How Extremists Took over the Duopoly — And What To Do about It

We greatly appreciated the thoughtful FreedomForum Op-Ed “We Will Not Be Silenced” (January 11, 2021), especially its honest criticism of the violence in the trashing of the Capitol Building. Five dead. This follows a summer of inner cities rioting, looting, and killings committed in the pursuit of social justice.

The most recent political violence follows after 48 straight years (1972-2020) of ever-worse political polarization in American politics (Masket, 2009, U. of Michigan Press, p.84). Pew Research also measures the worsening trend for the past 20 years, and VoteView’s research shows that American political polarization is now at its worst level in 150 years! The graph here summarizes the documented, long-term trends.

 

This steady descent of bipartisanship and moderation into ever-worsening polarization and extremism is the unintended consequence of the deliberate and successful political effort by the two major partisan parties back in the mid-20th century (notably in California in 1953) to change the reward for re-election from bipartisanship to partisan purity. As both of the two major partisan parties—the duopoly—thereafter became more partisanly “pure'”(as in “narrow-minded”), the rewarding of partisan loyalty while punishing bipartisanship had the unintended effect of growing the influence of the extreme wings in both major partisan parties. Somewhere in recent time, a “tipping point: was reached and now the growing extremism breaks out as violence.

Moderates don’t climb walls, break windows, throw rocks, torch and trash private property, or shoot innocent passers-by; extremists do. Five thousand years of human history taught us that the worst enemy of humanity is the closed mind of an extremist, because the closed mind, often intellectually brilliant, is both the most intolerant and the least mature emotionally. The closed mind is the same mind that sneers and snarls at the open minds of moderates and bipartisans. To be clear, not every partisan is an extremist, but every closed-minded extremist is a partisan.

Inexorably for the past five decades, the RINO’s (liberal Republicans) and DINO’s (conservative Democrats) in the two partisan parties have been sneered, shunned, and finally primaried out of their party by the rising influence in each party of their extremist wings. The “Great Moderation” of 1900-1970 bipartisanship in American politics is long gone, dying at the rate of a thousand small cuts since 1972, primary after primary for nearly fifty consecutive years.
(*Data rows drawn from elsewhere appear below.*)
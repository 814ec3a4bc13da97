"""The records of a library: frozen, complete at construction, text as printed.

Every field is text. A record that breaks an invariant cannot be built:
`InvalidRecord` names all its problems at once. Content read back from a
library was checked when it was recorded and is restored as it is.
"""

from __future__ import annotations

from registry.records.correlation import Correlation
from registry.records.decisions import CAUSES, Edition, Keeping, Origin, Preference, Review, Withdrawal
from registry.records.ground import Dataset, FixedPoint, Point, PrintedValue
from registry.records.record import EVIDENCE, STANDINGS, Record, Reference
from registry.records.substances import Compound, CompoundName, Source

__all__ = [
    "CAUSES",
    "EVIDENCE",
    "KINDS",
    "RECORDED",
    "REVIEWED",
    "STANDINGS",
    "Compound",
    "CompoundName",
    "Correlation",
    "Dataset",
    "Edition",
    "FixedPoint",
    "Keeping",
    "Origin",
    "Point",
    "Preference",
    "PrintedValue",
    "Record",
    "Reference",
    "Review",
    "Source",
    "Withdrawal",
]

KINDS: dict[str, type[Record]] = {
    cls.kind: cls
    for cls in (
        Compound, CompoundName, Source, Correlation, FixedPoint, PrintedValue, Dataset, Preference, Withdrawal,
        Review, Edition, Keeping, Origin,
    )
}  # fmt: skip
"""Every kind of record, by its name."""

RECORDED = ("compound", "name", "source", "correlation", "fixed-point", "printed-value", "dataset")
"""Kinds that people record; the others follow from what they decide."""

REVIEWED = ("correlation", "fixed-point", "dataset", "preference", "withdrawal")
"""Kinds that can change an answer, and so have a standing."""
As the extremist wings in both partisan parties grew ever-more influential, millions of American voters walked away from the duopoly and registered as non-partisan or independent. Gallup’s Party Identification polls measure the result: After fifty years of rising partisan purity in the duopoly, non-partisans are now the largest political group in American politics, far larger than either of the two partisan parties. Gallup measures the long-term trend in the accompanying graph.

 

Now, in the winter of 2021, some conservatives believe rioting in the national Capitol building is their right of free expression in pursuit of…social justice? The extremes, both religious and atheist, whether Right or Left, always justify their destructiveness by making a moral argument, oblivious to the immorality of their psychic self-destruction. As ever, it is the innocent who will pay the cost in the politics of closed minds: Five dead in D.C.

The politics of America are now locked into a structure that will only produce ever-greater partisan polarization, each year worse than the year before. Unless the American people decide to reform the structure of their national electoral politics—deliberately changed by the duopoly to punish bipartisanship—the political violence in the early 21st century will only continue.

Unfortunately, it is likely the violence will accelerate and deepen in severity, because the duopoly painted itself into a corner, incapable of self-reform. They both realize that as a minority party shriveling down to only 31% of the electorate, in any meaningful reform they will lose elections and thus lose their control over government power. It’s a pernicious form of “legal corruption,” the cycle of political violence that will grow out of the ever-worsening partisan polarization in American politics.

We are on a flushing descent culturally and politically in the early 21st century, in part because the partisan parties are never mentioned in the U.S. Constitution (by deliberate decisions of Madison and Washington, who shared long correspondences about their abhorrence of “factions” in England’s parliamentary politics). Since partisan parties are never mentioned, there are no Constitutional limits placed on the partisan parties capturing power and control over government power. Unrestrained power is just as corrupting as Lord Acton’s absolute power. Without any Constitutional restraints on partisan political parties gaining power over government’s powers, some level of legal corruption threads its way through every election cycle.

As bad as the political violence has been recently, it’s going to get worse unless positive, meaningful reform of the structure of American electoral politics is accomplished. Today, we have 48 straight years of rising polarization, which is the politics of hate. Culturally, with the storming of the Capitol we’ve reached a tipping point. When will the American people finally put all partisan political parties under the control of their Constitution?

The FreedomReform Party will launch at the July, 2021 FreedomFest by offering American voters several Reform Amendments for their consideration, including several Reform Amendments that bring all political parties seeking control over government power under the U.S. Constitution. Madison and Washington meant well back in 1789, but the modern duopoly created a method 50 years ago to take unintended advantage of the Founders’ idealistic optimism.